▸ **Problem**: Please write out each entry below exactly as given.

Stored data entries
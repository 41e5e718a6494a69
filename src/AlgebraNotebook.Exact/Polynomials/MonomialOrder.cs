using AlgebraNotebook.Exact.Symbols;

namespace AlgebraNotebook.Exact.Polynomials;

/// <summary>The kind of a monomial order.</summary>
public enum MonomialOrderKind
{
    /// <summary>Lexicographic: compare exponents of the highest-ranked symbol first.</summary>
    Lexicographic,

    /// <summary>Total degree first, ties broken lexicographically.</summary>
    GradedLexicographic,

    /// <summary>Total degree first, ties broken by the smaller exponent of the lowest-ranked symbol winning (grevlex).</summary>
    GradedReverseLexicographic,
}

/// <summary>
/// A monomial order: a kind plus a ranking of symbols. Symbols listed in the ranking come first, in the given order;
/// any other symbol ranks below them, in the canonical symbol order (by name, <see cref="Symbol.Compare"/>), so the
/// default order never depends on which symbol was used first. Compare returns a positive number when the
/// first monomial is larger.
/// </summary>
public sealed class MonomialOrder : IComparer<Monomial>
{
    private readonly Dictionary<Symbol, int> _rank;

    // Rank key by Symbol.Id for the ranked case (-1 for unranked symbols); empty when there is no ranking (rank then
    // follows the canonical symbol order, which is also the storage order of factors).
    private readonly int[] _keyById;

    private IComparer<Monomial>? _descending;

    /// <summary>Creates an order of the given kind with an explicit ranking (highest first).</summary>
    public MonomialOrder(MonomialOrderKind kind, IEnumerable<Symbol>? ranking = null)
    {
        Kind = kind;
        Ranking = (ranking ?? []).Distinct().ToArray();
        _rank = new Dictionary<Symbol, int>();
        for (var k = 0; k < Ranking.Count; k++)
        {
            _rank[Ranking[k]] = k;
        }

        if (Ranking.Count == 0)
        {
            _keyById = [];
        }
        else
        {
            var maxId = Ranking.Max(r => r.Id);
            _keyById = new int[maxId + 1];
            Array.Fill(_keyById, -1);

            for (var k = 0; k < Ranking.Count; k++)
            {
                _keyById[Ranking[k].Id] = k;
            }
        }
    }

    /// <summary>Sorts monomials from largest to smallest under this order.</summary>
    internal IComparer<Monomial> Descending => _descending ??= Comparer<Monomial>.Create((a, b) => CompareCore(b, a));

    /// <summary>The default order used for display and canonical term order: graded reverse lexicographic, symbols ranked by name.</summary>
    public static MonomialOrder Default { get; } = new(MonomialOrderKind.GradedReverseLexicographic);

    /// <summary>The kind of order.</summary>
    public MonomialOrderKind Kind { get; }

    /// <summary>Explicitly ranked symbols, highest first.</summary>
    public IReadOnlyList<Symbol> Ranking { get; }

    /// <summary>Compares two symbols by rank: positive when <paramref name="a"/> ranks higher.</summary>
    public int CompareSymbols(Symbol a, Symbol b)
    {
        if (ReferenceEquals(a, b))
        {
            return 0;
        }

        var ra = _rank.TryGetValue(a, out var x) ? x : int.MaxValue;
        var rb = _rank.TryGetValue(b, out var y) ? y : int.MaxValue;
        if (ra != rb)
        {
            return rb.CompareTo(ra);
        }

        return Symbol.Compare(b, a);
    }

    /// <inheritdoc />
    /// <remarks>Allocation-free; linear in the number of factors of the two monomials.</remarks>
    public int Compare(Monomial? x, Monomial? y)
    {
        ArgumentNullException.ThrowIfNull(x);
        ArgumentNullException.ThrowIfNull(y);
        return CompareCore(x, y);
    }

    /// <summary>Compare without argument checks, for inner loops.</summary>
    internal int CompareCore(Monomial x, Monomial y)
    {
        if (ReferenceEquals(x, y))
        {
            return 0;
        }

        if (Kind != MonomialOrderKind.Lexicographic && x.TotalDegree != y.TotalDegree)
        {
            return x.TotalDegree < y.TotalDegree ? -1 : 1;
        }

        return _keyById.Length == 0 ? CompareByCanonicalRank(x, y) : CompareRanked(x, y);
    }

    // Without a ranking, rank follows the canonical symbol order, which is also the storage order of factors: walk from the front (lex)
    // or from the back (grevlex) and stop at the first difference.
    private int CompareByCanonicalRank(Monomial x, Monomial y)
    {
        var xs = x.SymbolArray;
        var ys = y.SymbolArray;
        var xe = x.ExponentArray;
        var ye = y.ExponentArray;
        if (Kind == MonomialOrderKind.GradedReverseLexicographic)
        {
            int i = xs.Length - 1, j = ys.Length - 1;
            while (i >= 0 && j >= 0)
            {
                if (ReferenceEquals(xs[i], ys[j]))
                {
                    if (xe[i] != ye[j])
                    {
                        return xe[i] < ye[j] ? 1 : -1;
                    }

                    i--;
                    j--;
                }
                else
                {
                    // The lower-ranked symbol occurs in only one of them; that one is smaller.
                    return Symbol.Compare(xs[i], ys[j]) > 0 ? -1 : 1;
                }
            }

            return i >= 0 ? -1 : j >= 0 ? 1 : 0;
        }

        {
            int i = 0, j = 0;
            while (i < xs.Length && j < ys.Length)
            {
                if (ReferenceEquals(xs[i], ys[j]))
                {
                    if (xe[i] != ye[j])
                    {
                        return xe[i] > ye[j] ? 1 : -1;
                    }

                    i++;
                    j++;
                }
                else
                {
                    // The higher-ranked symbol occurs in only one of them; that one is larger.
                    return Symbol.Compare(xs[i], ys[j]) < 0 ? 1 : -1;
                }
            }

            return i < xs.Length ? 1 : j < ys.Length ? -1 : 0;
        }
    }

    // With a ranking, merge the factor lists in canonical order and keep the differing symbol of extreme rank.
    private int CompareRanked(Monomial x, Monomial y)
    {
        var xs = x.SymbolArray;
        var ys = y.SymbolArray;
        var xe = x.ExponentArray;
        var ye = y.ExponentArray;
        var reverse = Kind == MonomialOrderKind.GradedReverseLexicographic;
        var bestKey = reverse ? int.MinValue : int.MaxValue;
        var bestDifference = 0;
        var position = 0;
        int i = 0, j = 0;
        while (i < xs.Length || j < ys.Length)
        {
            Symbol symbol;
            int difference;
            if (j == ys.Length || (i < xs.Length && Symbol.Compare(xs[i], ys[j]) < 0))
            {
                symbol = xs[i];
                difference = xe[i++];
            }
            else if (i == xs.Length || Symbol.Compare(ys[j], xs[i]) < 0)
            {
                symbol = ys[j];
                difference = -ye[j++];
            }
            else
            {
                symbol = xs[i];
                difference = xe[i++] - ye[j++];
            }

            position++;
            if (difference == 0)
            {
                continue;
            }

            var key = KeyOf(symbol, position);
            if (reverse ? key > bestKey : key < bestKey)
            {
                bestKey = key;
                bestDifference = difference;
            }
        }

        if (bestDifference == 0)
        {
            return 0;
        }

        return reverse ? (bestDifference < 0 ? 1 : -1) : (bestDifference > 0 ? 1 : -1);
    }

    // Smaller key = higher rank. Ranked symbols get their position in the ranking; the others follow in canonical
    // order, which is the order of the merge, so the merge position is a valid key among them.
    private int KeyOf(Symbol symbol, int mergePosition)
    {
        var id = symbol.Id;
        var key = id < _keyById.Length ? _keyById[id] : -1;
        return key >= 0 ? key : Ranking.Count + mergePosition;
    }

    /// <inheritdoc />
    public override string ToString()
    {
        var kind = Kind switch
        {
            MonomialOrderKind.Lexicographic => "lexicographic",
            MonomialOrderKind.GradedLexicographic => "graded lexicographic",
            _ => "graded reverse lexicographic",
        };
        return Ranking.Count == 0 ? $"{kind} (symbols ranked by name)" : $"{kind} with {string.Join(" > ", Ranking)}";
    }
}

▸ **Response to the task**:
repository 41e5e718a6494a69
filename src/AlgebraNotebook.Exact/Polynomials/MonomialOrder.cs
using AlgebraNotebook.Exact.Symbols;

namespace AlgebraNotebook.Exact.Polynomials;

/// <summary>The kind of a monomial order.</summary>
public enum MonomialOrderKind
{
    /// <summary>Lexicographic: compare exponents of the highest-ranked symbol first.</summary>
    Lexicographic,

    /// <summary>Total degree first, ties broken lexicographically.</summary>
    GradedLexicographic,

    /// <summary>Total degree first, ties broken by the smaller exponent of the lowest-ranked symbol winning (grevlex).</summary>
    GradedReverseLexicographic,
}

/// <summary>
/// A monomial order: a kind plus a ranking of symbols. Symbols listed in the ranking come first, in the given order;
/// any other symbol ranks below them, in the canonical symbol order (by name, <see cref="Symbol.Compare"/>), so the
/// default order never depends on which symbol was used first. Compare returns a positive number when the
/// first monomial is larger.
/// </summary>
public sealed class MonomialOrder : IComparer<Monomial>
{
    private readonly Dictionary<Symbol, int> _rank;

    // Rank key by Symbol.Id for the ranked case (-1 for unranked symbols); empty when there is no ranking (rank then
    // follows the canonical symbol order, which is also the storage order of factors).
    private readonly int[] _keyById;

    private IComparer<Monomial>? _descending;

    /// <summary>Creates an order of the given kind with an explicit ranking (highest first).</summary>
    public MonomialOrder(MonomialOrderKind kind, IEnumerable<Symbol>? ranking = null)
    {
        Kind = kind;
        Ranking = (ranking ?? []).Distinct().ToArray();
        _rank = new Dictionary<Symbol, int>();
        for (var k = 0; k < Ranking.Count; k++)
        {
            _rank[Ranking[k]] = k;
        }

        if (Ranking.Count == 0)
        {
            _keyById = [];
        }
        else
        {
            var maxId = Ranking.Max(r => r.Id);
            _keyById = new int[maxId + 1];
            Array.Fill(_keyById, -1);

            for (var k = 0; k < Ranking.Count; k++)
            {
                _keyById[Ranking[k].Id] = k;
            }
        }
    }

    /// <summary>Sorts monomials from largest to smallest under this order.</summary>
    internal IComparer<Monomial> Descending => _descending ??= Comparer<Monomial>.Create((a, b) => CompareCore(b, a));

    /// <summary>The default order used for display and canonical term order: graded reverse lexicographic, symbols ranked by name.</summary>
    public static MonomialOrder Default { get; } = new(MonomialOrderKind.GradedReverseLexicographic);

    /// <summary>The kind of order.</summary>
    public MonomialOrderKind Kind { get; }

    /// <summary>Explicitly ranked symbols, highest first.</summary>
    public IReadOnlyList<Symbol> Ranking { get; }

    /// <summary>Compares two symbols by rank: positive when <paramref name="a"/> ranks higher.</summary>
    public int CompareSymbols(Symbol a, Symbol b)
    {
        if (ReferenceEquals(a, b))
        {
            return 0;
        }

        var ra = _rank.TryGetValue(a, out var x) ? x : int.MaxValue;
        var rb = _rank.TryGetValue(b, out var y) ? y : int.MaxValue;
        if (ra != rb)
        {
            return rb.CompareTo(ra);
        }

        return Symbol.Compare(b, a);
    }

    /// <inheritdoc />
    /// <remarks>Allocation-free; linear in the number of factors of the two monomials.</remarks>
    public int Compare(Monomial? x, Monomial? y)
    {
        ArgumentNullException.ThrowIfNull(x);
        ArgumentNullException.ThrowIfNull(y);
        return CompareCore(x, y);
    }

    /// <summary>Compare without argument checks, for inner loops.</summary>
    internal int CompareCore(Monomial x, Monomial y)
    {
        if (ReferenceEquals(x, y))
        {
            return 0;
        }

        if (Kind != MonomialOrderKind.Lexicographic && x.TotalDegree != y.TotalDegree)
        {
            return x.TotalDegree < y.TotalDegree ? -1 : 1;
        }

        return _keyById.Length == 0 ? CompareByCanonicalRank(x, y) : CompareRanked(x, y);
    }

    // Without a ranking, rank follows the canonical symbol order, which is also the storage order of factors: walk from the front (lex)
    // or from the back (grevlex) and stop at the first difference.
    private int CompareByCanonicalRank(Monomial x, Monomial y)
    {
        var xs = x.SymbolArray;
        var ys = y.SymbolArray;
        var xe = x.ExponentArray;
        var ye = y.ExponentArray;
        if (Kind == MonomialOrderKind.GradedReverseLexicographic)
        {
            int i = xs.Length - 1, j = ys.Length - 1;
            while (i >= 0 && j >= 0)
            {
                if (ReferenceEquals(xs[i], ys[j]))
                {
                    if (xe[i] != ye[j])
                    {
                        return xe[i] < ye[j] ? 1 : -1;
                    }

                    i--;
                    j--;
                }
                else
                {
                    // The lower-ranked symbol occurs in only one of them; that one is smaller.
                    return Symbol.Compare(xs[i], ys[j]) > 0 ? -1 : 1;
                }
            }

            return i >= 0 ? -1 : j >= 0 ? 1 : 0;
        }

        {
            int i = 0, j = 0;
            while (i < xs.Length && j < ys.Length)
            {
                if (ReferenceEquals(xs[i], ys[j]))
                {
                    if (xe[i] != ye[j])
                    {
                        return xe[i] > ye[j] ? 1 : -1;
                    }

                    i++;
                    j++;
                }
                else
                {
                    // The higher-ranked symbol occurs in only one of them; that one is larger.
                    return Symbol.Compare(xs[i], ys[j]) < 0 ? 1 : -1;
                }
            }

            return i < xs.Length ? 1 : j < ys.Length ? -1 : 0;
        }
    }

    // With a ranking, merge the factor lists in canonical order and keep the differing symbol of extreme rank.
    private int CompareRanked(Monomial x, Monomial y)
    {
        var xs = x.SymbolArray;
        var ys = y.SymbolArray;
        var xe = x.ExponentArray;
        var ye = y.ExponentArray;
        var reverse = Kind == MonomialOrderKind.GradedReverseLexicographic;
        var bestKey = reverse ? int.MinValue : int.MaxValue;
        var bestDifference = 0;
        var position = 0;
        int i = 0, j = 0;
        while (i < xs.Length || j < ys.Length)
        {
            Symbol symbol;
            int difference;
            if (j == ys.Length || (i < xs.Length && Symbol.Compare(xs[i], ys[j]) < 0))
            {
                symbol = xs[i];
                difference = xe[i++];
            }
            else if (i == xs.Length || Symbol.Compare(ys[j], xs[i]) < 0)
            {
                symbol = ys[j];
                difference = -ye[j++];
            }
            else
            {
                symbol = xs[i];
                difference = xe[i++] - ye[j++];
            }

            position++;
            if (difference == 0)
            {
                continue;
            }

            var key = KeyOf(symbol, position);
            if (reverse ? key > bestKey : key < bestKey)
            {
                bestKey = key;
                bestDifference = difference;
            }
        }

        if (bestDifference == 0)
        {
            return 0;
        }

        return reverse ? (bestDifference < 0 ? 1 : -1) : (bestDifference > 0 ? 1 : -1);
    }

    // Smaller key = higher rank. Ranked symbols get their position in the ranking; the others follow in canonical
    // order, which is the order of the merge, so the merge position is a valid key among them.
    private int KeyOf(Symbol symbol, int mergePosition)
    {
        var id = symbol.Id;
        var key = id < _keyById.Length ? _keyById[id] : -1;
        return key >= 0 ? key : Ranking.Count + mergePosition;
    }

    /// <inheritdoc />
    public override string ToString()
    {
        var kind = Kind switch
        {
            MonomialOrderKind.Lexicographic => "lexicographic",
            MonomialOrderKind.GradedLexicographic => "graded lexicographic",
            _ => "graded reverse lexicographic",
        };
        return Ranking.Count == 0 ? $"{kind} (symbols ranked by name)" : $"{kind} with {string.Join(" > ", Ranking)}";
    }
}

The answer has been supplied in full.